Below are records; copy every line in them that holds the word "prepareRun".

[Dataset entries]
----------------
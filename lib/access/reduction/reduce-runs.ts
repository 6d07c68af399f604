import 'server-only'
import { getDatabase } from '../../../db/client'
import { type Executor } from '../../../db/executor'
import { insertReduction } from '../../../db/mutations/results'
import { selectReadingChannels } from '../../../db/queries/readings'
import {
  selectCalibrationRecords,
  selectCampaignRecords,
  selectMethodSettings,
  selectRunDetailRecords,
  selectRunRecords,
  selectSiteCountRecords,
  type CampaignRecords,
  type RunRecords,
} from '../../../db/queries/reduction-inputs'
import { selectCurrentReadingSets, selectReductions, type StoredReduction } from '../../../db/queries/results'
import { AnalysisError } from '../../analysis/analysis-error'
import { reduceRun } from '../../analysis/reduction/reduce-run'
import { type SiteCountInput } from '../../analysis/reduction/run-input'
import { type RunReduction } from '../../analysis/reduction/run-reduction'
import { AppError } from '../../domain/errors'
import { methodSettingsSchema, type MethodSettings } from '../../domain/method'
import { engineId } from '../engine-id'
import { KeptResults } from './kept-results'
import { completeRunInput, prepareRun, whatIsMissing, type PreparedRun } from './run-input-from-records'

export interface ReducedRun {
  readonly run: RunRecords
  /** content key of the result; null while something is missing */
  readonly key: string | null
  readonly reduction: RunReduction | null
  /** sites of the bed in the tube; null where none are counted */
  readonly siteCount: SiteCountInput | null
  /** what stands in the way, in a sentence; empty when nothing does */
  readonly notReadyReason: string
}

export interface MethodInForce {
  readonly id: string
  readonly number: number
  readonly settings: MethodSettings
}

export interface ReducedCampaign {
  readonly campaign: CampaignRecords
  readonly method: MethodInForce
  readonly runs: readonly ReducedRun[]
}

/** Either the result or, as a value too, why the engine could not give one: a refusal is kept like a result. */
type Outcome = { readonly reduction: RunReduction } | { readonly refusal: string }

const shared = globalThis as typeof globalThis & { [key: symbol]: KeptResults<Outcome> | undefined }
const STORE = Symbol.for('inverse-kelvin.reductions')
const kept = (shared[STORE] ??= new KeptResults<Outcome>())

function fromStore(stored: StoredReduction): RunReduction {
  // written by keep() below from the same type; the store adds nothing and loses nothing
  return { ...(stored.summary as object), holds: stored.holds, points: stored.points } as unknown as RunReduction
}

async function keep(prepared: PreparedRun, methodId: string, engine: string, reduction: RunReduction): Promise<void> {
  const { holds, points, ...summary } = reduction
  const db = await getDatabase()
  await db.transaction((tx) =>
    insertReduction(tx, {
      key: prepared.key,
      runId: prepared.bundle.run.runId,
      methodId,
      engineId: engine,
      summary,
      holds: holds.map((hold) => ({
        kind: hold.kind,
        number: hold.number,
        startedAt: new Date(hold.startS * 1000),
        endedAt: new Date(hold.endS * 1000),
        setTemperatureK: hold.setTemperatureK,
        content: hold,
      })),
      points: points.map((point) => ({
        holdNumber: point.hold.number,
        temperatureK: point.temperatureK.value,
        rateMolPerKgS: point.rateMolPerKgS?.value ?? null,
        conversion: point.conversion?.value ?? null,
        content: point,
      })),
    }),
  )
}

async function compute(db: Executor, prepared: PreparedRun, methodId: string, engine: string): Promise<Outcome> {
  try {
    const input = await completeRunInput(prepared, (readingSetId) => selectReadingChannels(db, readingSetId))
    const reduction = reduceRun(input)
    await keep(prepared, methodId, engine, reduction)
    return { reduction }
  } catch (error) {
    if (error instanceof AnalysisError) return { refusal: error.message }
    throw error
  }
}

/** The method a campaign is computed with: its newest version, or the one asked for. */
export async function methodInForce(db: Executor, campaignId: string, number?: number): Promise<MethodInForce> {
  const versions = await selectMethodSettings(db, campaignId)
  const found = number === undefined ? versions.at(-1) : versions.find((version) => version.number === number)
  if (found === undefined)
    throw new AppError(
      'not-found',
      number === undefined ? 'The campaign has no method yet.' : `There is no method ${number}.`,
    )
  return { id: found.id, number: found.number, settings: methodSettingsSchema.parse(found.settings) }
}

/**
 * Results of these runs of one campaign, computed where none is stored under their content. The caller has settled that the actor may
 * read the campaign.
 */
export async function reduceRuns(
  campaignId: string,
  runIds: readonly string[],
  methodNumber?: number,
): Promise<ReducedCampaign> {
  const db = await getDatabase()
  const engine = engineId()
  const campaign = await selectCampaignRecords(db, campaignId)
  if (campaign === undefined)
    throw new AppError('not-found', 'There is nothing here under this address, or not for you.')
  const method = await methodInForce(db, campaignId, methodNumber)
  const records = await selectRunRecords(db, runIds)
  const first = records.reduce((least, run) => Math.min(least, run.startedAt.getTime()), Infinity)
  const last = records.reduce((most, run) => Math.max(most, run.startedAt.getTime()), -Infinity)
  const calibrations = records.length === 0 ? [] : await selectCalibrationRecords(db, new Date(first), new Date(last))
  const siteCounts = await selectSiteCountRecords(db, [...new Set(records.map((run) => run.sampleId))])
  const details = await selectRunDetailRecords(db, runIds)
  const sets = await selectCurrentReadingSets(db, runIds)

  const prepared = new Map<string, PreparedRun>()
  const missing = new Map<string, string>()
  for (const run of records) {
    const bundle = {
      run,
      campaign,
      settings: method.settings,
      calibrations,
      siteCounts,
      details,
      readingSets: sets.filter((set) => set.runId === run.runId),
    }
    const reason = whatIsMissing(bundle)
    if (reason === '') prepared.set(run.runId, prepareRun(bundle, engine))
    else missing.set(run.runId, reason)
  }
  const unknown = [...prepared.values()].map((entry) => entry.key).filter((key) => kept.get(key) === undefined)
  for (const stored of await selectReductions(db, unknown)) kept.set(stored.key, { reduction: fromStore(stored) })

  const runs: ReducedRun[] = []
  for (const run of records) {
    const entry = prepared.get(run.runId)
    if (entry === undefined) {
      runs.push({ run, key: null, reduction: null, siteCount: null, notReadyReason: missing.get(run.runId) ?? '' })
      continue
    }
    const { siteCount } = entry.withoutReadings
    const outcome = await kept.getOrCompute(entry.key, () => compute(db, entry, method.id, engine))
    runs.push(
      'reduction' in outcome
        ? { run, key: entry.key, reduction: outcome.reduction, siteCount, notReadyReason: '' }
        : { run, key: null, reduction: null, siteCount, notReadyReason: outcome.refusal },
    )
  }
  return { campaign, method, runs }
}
----------------
• _EXPECTED ANSWER_
import { completeRunInput, prepareRun, whatIsMissing, type PreparedRun } from './run-input-from-records'
    if (reason === '') prepared.set(run.runId, prepareRun(bundle, engine))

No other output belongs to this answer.